» **PROBLEM STATEMENT**:
Where does the word "strict" occur in the data below? Copy each line that holds it.

Stored entries
class TestLoading:
    """Loading between stages must be impossible to forget (N1)."""

    def test_h_of_two_sections_and_the_term_that_a_product_of_sections_lacks(self) -> None:
        H = derive(TWO_SECTIONS)
        assert_same_function(H, "1/(1 + s*(R1*C1 + R1*C2 + R2*C2) + s^2*R1*R2*C1*C2)")
        buffered = derive(TWO_SECTIONS.replace("x -- R2", "x;  b -- R2") + "hold b = x as buffer")
        assert_same_function(buffered, "1/((1 + s*R1*C1)*(1 + s*R2*C2))")
        missing = H.denominator - buffered.denominator.set_ring(H.ring)
        assert str(missing) == "s*R1*C2"

    def test_figures_at_1_khz(self) -> None:
        H = sn.derive(sn.network(TWO_SECTIONS + EQUAL)).numeric()
        at_1_khz = 2j * pi * 1000
        assert abs(H(at_1_khz)) == pytest.approx(0.5051, abs=5e-5)
        assert phase(H, 2 * pi * 1000) == pytest.approx(-72.20, abs=5e-3)
        product = Ratio.of([10**8], [10**8, 20000, 1])
        assert abs(product(at_1_khz)) == pytest.approx(0.7170, abs=5e-5)
        assert phase(product, 2 * pi * 1000) == pytest.approx(-64.28, abs=5e-3)
        (loaded,) = f3db(H)
        (ideal,) = f3db(product)
        assert loaded.w.value == pytest.approx(0.3742 * 1e4, rel=2e-4)  # 0.3742/(RC), not 0.6436/(RC)
        assert ideal.w.value == pytest.approx(0.6436 * 1e4, rel=2e-4)


class TestReadableForms:
    """One standard form, on request another (N2): from R2 wt/(R1 wt + s (R1 + R2))."""

    H = derive("in -- R1 -- m -- R2 -- out; hold out = -(wt/s)*m; drive in; read out")

    def test_constant_term_1(self) -> None:
        form = sn.form(self.H, "constant term 1")
        assert len(form.denominator) == 2
        assert_same_figure(form.denominator[0], "1")
        assert_same_figure(form.denominator[1], "(R1 + R2)/(wt*R1)")
        assert_same_figure(form.gain, "-R2/R1")

    def test_monic(self) -> None:
        form = sn.form(self.H, "monic")
        assert len(form.denominator) == 2
        assert_same_figure(form.denominator[0], "wt*R1/(R1 + R2)")
        assert_same_figure(form.denominator[1], "1")
        assert_same_figure(form.gain, "-wt*R2/(R1 + R2)")

    @pytest.mark.parametrize(
        "style", ["coefficients", "constant term 1", "monic", "poles and zeros", "w0/Q", "time constants"]
    )
    def test_every_form_is_the_same_function(self, style: Style) -> None:
        numbers = self.H.with_values(R1="1 kohm", R2="10 kohm", wt="6.3e6 rad/s").numeric()
        form = sn.form(numbers, style)
        s = 3e5 + 2e6j
        num, den = (
            sum((c.value or 0) * s**k for k, c in enumerate(part))
            for part in (form.numerator, form.denominator)
        )
        assert (form.gain.value or 0) * s**form.power * num / den == pytest.approx(numbers(s), rel=1e-12)

    def test_powers_of_s_rise_in_numerator_and_denominator_alike(self) -> None:
        H = derive("in -- R1 + C1 -- out -- R2 || C2 -- gnd; drive in; read out")
        form = sn.form(H, "coefficients")
        for found, wanted in zip(form.numerator, ("0", "R2*C1"), strict=True):
            assert_same_figure(found, wanted)
        for found, wanted in zip(
            form.denominator, ("1", "R1*C1 + R2*C1 + R2*C2", "R1*R2*C1*C2"), strict=True
        ):
            assert_same_figure(found, wanted)


class TestSourceAndLoad:
    """A source or load resistance left out (N6, D6)."""

    IDEAL = "in -- L1 -- x -- L2 -- o; x -- C1 -- gnd; o -- RL -- gnd; drive in; read o"
    REAL = "in -- Rs -- a -- L1 -- x -- L2 -- o; x -- C1 -- gnd; o -- RL -- gnd; drive in; read o"

    def test_both_formulas(self) -> None:
        assert_same_function(derive(self.IDEAL), "RL/(L1*L2*C1*s^3 + L1*C1*RL*s^2 + (L1 + L2)*s + RL)")
        assert_same_function(
            derive(self.REAL),
            "RL/(L1*L2*C1*s^3 + C1*(L1*RL + L2*Rs)*s^2 + (L1 + L2 + C1*Rs*RL)*s + Rs + RL)",
        )

    def test_figures(self) -> None:
        values = {"L1": "1 H", "L2": "1 H", "C1": "2 F", "RL": "1 ohm"}
        right, claimed = (
            derive(self.REAL, Rs="1 ohm", **values).numeric(),
            derive(self.IDEAL, **values).numeric(),
        )
        assert abs(right(0j)) == 0.5
        assert abs(right(1j)) == pytest.approx(0.5 / sqrt(2), rel=1e-15)  # 0.3536: Butterworth/2
        assert abs(claimed(0j)) == 1
        assert abs(claimed(1j)) == pytest.approx(1, rel=1e-15)

    def test_a_load_is_one_step(self) -> None:
        net = sn.network(TWO_SECTIONS)
        loaded = sn.derive(net.add("out -- RL -- gnd"))
        assert_same_function(
            loaded, "RL/(RL + R1 + R2 + s*(R1*C1*(R2 + RL) + (R1 + R2)*RL*C2) + s^2*R1*R2*C1*C2*RL)"
        )

    def test_the_brief_says_what_drives_and_what_loads(self) -> None:
        text = " ".join(str(sn.brief(sn.network(TWO_SECTIONS))).split())
        assert "driven by an ideal voltage source" in text
        assert "nothing loads it" in text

» **TASK OUTPUT**:
        for found, wanted in zip(form.numerator, ("0", "R2*C1"), strict=True):
            form.denominator, ("1", "R1*C1 + R2*C1 + R2*C2", "R1*R2*C1*C2"), strict=True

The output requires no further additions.